Dissemination and Adoption of Comparative Effectiveness Research Findings When Findings Challenge Current Practices. Chapter Eight: Policy Implications of the Case-Study Results

01/01/2013

The federal investment in CER has many objectives. In contrast to the traditional research agenda defined by a peer-review process in which research priorities are based primarily on the novelty and scientific interest of the topic, the CER agenda is supposed to be set by a broader set of stakeholders. Providing better evidence to support the decisions of clinicians and patients, thereby making healthcare delivery more effective and efficient, is the overarching goal envisioned by the architects of CER.

Translation of research into practice is not a new concern. Since the dawn of scientific medicine, physicians have noted the difficulty of changing established patterns of practice on the basis of scientific evidence. In at least the past two decades, many efforts, including evidence-based medicine, quality measurement, quality improvement, and electronic clinical decision support, to name a few, have focused on improving the manner in which healthcare is delivered, overcoming what Eisenberg referred to as “voltage drops” along the pathway from scientific knowledge to clinical practice (Eisenberg and Power, 2000). More recently, implementation science has come into its own as a field of study.

The case studies in this report led us to conclude that the translation of CER research into practice comprises five phases: generation, interpretation, formalization, dissemination, and implementation. Under some circumstances, CER evidence can move through these five phases relatively quickly, but in many cases, the evidence languishes or is never implemented at all. Our case studies suggest that the pathway through the five phases is arduous and that there is a high risk that CER evidence will fail to influence practice.

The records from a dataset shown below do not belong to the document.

//! `hurdle-demo-data [CASE_DIR]`: writes the invented demo case (default `cases/quillmarsh`)
//! from the seeded generator in `hurdle::demo`, and prints the true betas it used.

use std::path::PathBuf;
use std::process::ExitCode;

use hurdle::demo::{generate, PEERS, SEED};
use hurdle::report::format::fixed;

fn main() -> ExitCode {
    let dir = std::env::args_os()
        .nth(1)
        .map(PathBuf::from)
        .unwrap_or_else(|| PathBuf::from("cases/quillmarsh"));
    for (relative, contents) in generate(SEED) {
        let path = dir.join(relative);
        if let Err(error) = hurdle::report::write_file(&path, contents.as_bytes()) {
            eprintln!("error: {error}");
            return ExitCode::from(2);
        }
    }
    println!("wrote the demo case to {} (seed {SEED})", dir.display());
    println!("{:<24} {:>10} {:>11}", "peer", "true βL", "true βU");
    for peer in &PEERS {
        println!(
            "{:<24} {:>10} {:>11}",
            peer.name,
            fixed(peer.true_equity_beta(), 3),
            fixed(peer.true_asset_beta, 3)
        );
    }
    ExitCode::SUCCESS
}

Chapter Seven summarized our analysis of the root causes of the failure to translate CER evidence into clinical practice. While these are formidable, they are not insurmountable. In this chapter, we reflect on the policy implications of the case studies and identify policy options that can address the root causes of failure and promote more effective translation of CER evidence into local practice settings. We begin with a description of the infrastructure that would enable effective translation, and we then suggest policy options that could be deployed in the following areas: governance, standards, financing, professionalism, marketing and education, and research and evaluation. The list of options is not intended to be an exhaustive or detailed policy prescription. Rather, we believe that our case studies have identified some of the high-leverage opportunities that policymakers, including members of PCORI, may find useful as they chart a course forward.